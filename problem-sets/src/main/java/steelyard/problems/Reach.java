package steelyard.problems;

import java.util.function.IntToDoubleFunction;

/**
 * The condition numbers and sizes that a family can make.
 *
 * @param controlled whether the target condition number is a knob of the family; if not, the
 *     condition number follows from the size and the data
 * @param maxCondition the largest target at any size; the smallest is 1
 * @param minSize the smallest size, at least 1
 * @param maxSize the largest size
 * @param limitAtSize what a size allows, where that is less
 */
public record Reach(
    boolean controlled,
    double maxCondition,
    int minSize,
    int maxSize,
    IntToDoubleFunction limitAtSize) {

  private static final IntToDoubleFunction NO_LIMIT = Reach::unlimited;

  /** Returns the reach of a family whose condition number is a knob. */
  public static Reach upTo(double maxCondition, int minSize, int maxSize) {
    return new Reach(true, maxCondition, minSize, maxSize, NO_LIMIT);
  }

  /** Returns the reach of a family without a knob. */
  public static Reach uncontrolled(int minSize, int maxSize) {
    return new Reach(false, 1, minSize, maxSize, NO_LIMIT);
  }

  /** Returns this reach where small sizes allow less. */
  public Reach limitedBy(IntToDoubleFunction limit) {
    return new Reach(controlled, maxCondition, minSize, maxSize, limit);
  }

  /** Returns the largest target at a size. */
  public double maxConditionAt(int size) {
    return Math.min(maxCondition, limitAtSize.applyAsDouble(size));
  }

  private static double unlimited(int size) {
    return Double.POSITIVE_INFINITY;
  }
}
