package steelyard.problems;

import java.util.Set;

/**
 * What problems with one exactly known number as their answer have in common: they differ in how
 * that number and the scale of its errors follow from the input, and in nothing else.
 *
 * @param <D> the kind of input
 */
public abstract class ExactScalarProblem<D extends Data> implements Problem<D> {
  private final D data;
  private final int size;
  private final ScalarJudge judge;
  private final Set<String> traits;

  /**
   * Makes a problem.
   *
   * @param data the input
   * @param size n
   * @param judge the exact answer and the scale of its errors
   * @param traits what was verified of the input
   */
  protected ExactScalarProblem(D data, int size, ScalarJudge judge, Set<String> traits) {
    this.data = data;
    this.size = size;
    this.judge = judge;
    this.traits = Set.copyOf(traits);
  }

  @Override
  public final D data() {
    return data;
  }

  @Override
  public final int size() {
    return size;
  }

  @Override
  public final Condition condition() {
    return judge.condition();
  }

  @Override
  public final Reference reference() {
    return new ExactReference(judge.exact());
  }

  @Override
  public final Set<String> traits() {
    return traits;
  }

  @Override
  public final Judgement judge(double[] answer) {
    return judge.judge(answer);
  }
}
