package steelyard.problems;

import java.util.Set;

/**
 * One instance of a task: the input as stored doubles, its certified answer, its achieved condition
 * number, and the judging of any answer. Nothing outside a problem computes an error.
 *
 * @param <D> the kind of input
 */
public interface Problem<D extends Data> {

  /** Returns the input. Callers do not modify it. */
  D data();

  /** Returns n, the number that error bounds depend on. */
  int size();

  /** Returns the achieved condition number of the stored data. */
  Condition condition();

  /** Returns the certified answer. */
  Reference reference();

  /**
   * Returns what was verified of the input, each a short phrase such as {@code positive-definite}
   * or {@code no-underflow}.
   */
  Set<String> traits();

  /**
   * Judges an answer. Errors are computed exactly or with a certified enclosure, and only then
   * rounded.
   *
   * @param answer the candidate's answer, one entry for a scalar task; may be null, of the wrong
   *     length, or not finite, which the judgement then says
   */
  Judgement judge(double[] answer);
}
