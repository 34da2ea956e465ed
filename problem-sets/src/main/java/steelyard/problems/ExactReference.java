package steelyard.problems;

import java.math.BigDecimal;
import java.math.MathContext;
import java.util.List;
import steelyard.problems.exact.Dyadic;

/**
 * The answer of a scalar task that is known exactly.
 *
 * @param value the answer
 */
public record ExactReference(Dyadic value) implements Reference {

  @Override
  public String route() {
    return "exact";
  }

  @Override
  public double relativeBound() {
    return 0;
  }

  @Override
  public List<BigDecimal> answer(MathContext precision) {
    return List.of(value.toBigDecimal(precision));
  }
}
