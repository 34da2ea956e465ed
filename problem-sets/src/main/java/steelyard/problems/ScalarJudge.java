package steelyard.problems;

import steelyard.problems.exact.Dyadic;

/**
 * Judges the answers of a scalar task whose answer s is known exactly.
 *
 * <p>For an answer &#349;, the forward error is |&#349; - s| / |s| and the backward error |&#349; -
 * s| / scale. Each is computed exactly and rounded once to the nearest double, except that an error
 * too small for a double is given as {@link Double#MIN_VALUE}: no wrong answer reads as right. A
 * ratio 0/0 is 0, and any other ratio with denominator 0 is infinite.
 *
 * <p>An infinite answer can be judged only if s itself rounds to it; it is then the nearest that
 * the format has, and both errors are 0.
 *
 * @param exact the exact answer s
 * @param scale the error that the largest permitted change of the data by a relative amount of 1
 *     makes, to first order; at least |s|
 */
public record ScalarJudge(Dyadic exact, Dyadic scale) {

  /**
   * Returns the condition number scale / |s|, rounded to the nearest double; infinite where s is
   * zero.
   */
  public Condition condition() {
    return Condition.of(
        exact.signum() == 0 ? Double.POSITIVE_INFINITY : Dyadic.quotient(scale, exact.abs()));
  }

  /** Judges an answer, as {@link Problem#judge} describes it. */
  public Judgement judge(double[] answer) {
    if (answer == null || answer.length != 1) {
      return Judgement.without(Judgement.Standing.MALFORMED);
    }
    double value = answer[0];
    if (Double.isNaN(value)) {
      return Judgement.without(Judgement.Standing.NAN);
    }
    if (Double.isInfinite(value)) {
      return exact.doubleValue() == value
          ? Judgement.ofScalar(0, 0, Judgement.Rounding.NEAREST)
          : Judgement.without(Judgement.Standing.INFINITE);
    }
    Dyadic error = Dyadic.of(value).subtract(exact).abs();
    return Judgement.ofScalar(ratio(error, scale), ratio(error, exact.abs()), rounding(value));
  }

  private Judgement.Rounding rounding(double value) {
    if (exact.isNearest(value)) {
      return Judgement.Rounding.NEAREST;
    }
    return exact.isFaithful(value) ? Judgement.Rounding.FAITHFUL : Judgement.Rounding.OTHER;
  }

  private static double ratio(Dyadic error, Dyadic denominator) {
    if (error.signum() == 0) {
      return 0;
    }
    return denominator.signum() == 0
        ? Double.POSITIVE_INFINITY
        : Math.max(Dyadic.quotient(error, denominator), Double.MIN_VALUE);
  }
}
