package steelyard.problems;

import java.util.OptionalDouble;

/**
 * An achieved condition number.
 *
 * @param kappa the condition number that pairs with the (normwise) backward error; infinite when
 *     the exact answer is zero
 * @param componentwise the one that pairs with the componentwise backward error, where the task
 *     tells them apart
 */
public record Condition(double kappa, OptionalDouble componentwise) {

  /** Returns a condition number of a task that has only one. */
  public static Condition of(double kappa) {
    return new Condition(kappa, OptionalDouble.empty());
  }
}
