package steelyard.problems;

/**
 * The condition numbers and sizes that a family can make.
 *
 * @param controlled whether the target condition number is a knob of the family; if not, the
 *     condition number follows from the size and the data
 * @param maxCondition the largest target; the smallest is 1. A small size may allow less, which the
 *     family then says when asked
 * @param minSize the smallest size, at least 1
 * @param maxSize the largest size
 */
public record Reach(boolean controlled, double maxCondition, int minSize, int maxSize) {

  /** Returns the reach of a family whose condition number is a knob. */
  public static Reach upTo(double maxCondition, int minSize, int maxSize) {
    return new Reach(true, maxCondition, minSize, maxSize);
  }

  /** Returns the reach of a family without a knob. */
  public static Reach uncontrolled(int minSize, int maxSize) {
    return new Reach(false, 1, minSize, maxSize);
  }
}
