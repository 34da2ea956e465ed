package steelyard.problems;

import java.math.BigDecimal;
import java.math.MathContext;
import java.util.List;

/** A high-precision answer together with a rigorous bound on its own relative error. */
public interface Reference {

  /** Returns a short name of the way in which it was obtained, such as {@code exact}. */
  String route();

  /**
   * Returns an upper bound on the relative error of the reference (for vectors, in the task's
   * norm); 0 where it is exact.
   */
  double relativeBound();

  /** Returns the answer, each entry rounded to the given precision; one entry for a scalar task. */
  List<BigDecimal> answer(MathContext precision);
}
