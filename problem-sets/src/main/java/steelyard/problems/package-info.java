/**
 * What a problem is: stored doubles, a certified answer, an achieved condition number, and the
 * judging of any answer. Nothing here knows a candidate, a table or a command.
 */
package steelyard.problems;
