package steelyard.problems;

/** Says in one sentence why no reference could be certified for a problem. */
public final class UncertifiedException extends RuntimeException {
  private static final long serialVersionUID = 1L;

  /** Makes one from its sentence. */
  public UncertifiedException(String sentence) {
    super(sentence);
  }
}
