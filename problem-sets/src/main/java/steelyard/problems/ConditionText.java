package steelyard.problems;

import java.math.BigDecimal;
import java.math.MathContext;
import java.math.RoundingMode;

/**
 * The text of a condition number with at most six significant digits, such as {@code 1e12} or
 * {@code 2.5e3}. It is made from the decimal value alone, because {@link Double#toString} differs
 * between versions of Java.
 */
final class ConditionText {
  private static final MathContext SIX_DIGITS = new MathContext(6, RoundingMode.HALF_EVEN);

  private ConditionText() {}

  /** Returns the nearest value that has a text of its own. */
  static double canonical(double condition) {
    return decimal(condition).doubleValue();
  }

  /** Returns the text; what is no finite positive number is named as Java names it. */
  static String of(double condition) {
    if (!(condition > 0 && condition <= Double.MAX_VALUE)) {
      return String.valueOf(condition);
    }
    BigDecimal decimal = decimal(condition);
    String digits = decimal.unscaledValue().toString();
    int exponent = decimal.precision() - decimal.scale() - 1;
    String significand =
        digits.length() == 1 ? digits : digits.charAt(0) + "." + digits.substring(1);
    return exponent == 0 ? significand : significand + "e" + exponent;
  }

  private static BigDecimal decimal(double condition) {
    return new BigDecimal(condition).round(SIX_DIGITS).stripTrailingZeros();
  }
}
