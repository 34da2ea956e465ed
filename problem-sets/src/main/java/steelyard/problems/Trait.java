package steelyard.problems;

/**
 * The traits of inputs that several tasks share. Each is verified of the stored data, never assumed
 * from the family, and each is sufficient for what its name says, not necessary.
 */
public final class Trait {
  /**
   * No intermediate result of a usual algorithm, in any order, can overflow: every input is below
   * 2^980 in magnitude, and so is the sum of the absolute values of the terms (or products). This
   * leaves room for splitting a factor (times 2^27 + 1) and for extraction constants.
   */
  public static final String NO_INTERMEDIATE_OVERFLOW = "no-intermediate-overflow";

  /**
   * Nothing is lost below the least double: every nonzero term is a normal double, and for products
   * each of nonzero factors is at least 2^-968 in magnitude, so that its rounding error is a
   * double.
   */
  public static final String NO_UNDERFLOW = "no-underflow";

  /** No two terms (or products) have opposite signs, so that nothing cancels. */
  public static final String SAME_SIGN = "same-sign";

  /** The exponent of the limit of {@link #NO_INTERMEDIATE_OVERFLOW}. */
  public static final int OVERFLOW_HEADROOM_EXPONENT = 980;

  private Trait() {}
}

-.-.-

* [Required work]: Of all the entries above, output exactly the lines between the one holding "private final D data;" and the one holding "public interface Problem<D", inclusive.

* [Completed task]:
  private final D data;
  private final int size;
  private final ScalarJudge judge;
  private final Set<String> traits;

  /**
   * Makes a problem.
   *
   * @param data the input
   * @param size n
   * @param judge the exact answer and the scale of its errors
   * @param traits what was verified of the input
   */
  protected ExactScalarProblem(D data, int size, ScalarJudge judge, Set<String> traits) {
    this.data = data;
    this.size = size;
    this.judge = judge;
    this.traits = Set.copyOf(traits);
  }

  @Override
  public final D data() {
    return data;
  }

  @Override
  public final int size() {
    return size;
  }

  @Override
  public final Condition condition() {
    return judge.condition();
  }

  @Override
  public final Reference reference() {
    return new ExactReference(judge.exact());
  }

  @Override
  public final Set<String> traits() {
    return traits;
  }

  @Override
  public final Judgement judge(double[] answer) {
    return judge.judge(answer);
  }
}
package steelyard.problems;

import java.util.Set;

/**
 * One instance of a task: the input as stored doubles, its certified answer, its achieved condition
 * number, and the judging of any answer. Nothing outside a problem computes an error.
 *
 * @param <D> the kind of input
 */
public interface Problem<D extends Data> {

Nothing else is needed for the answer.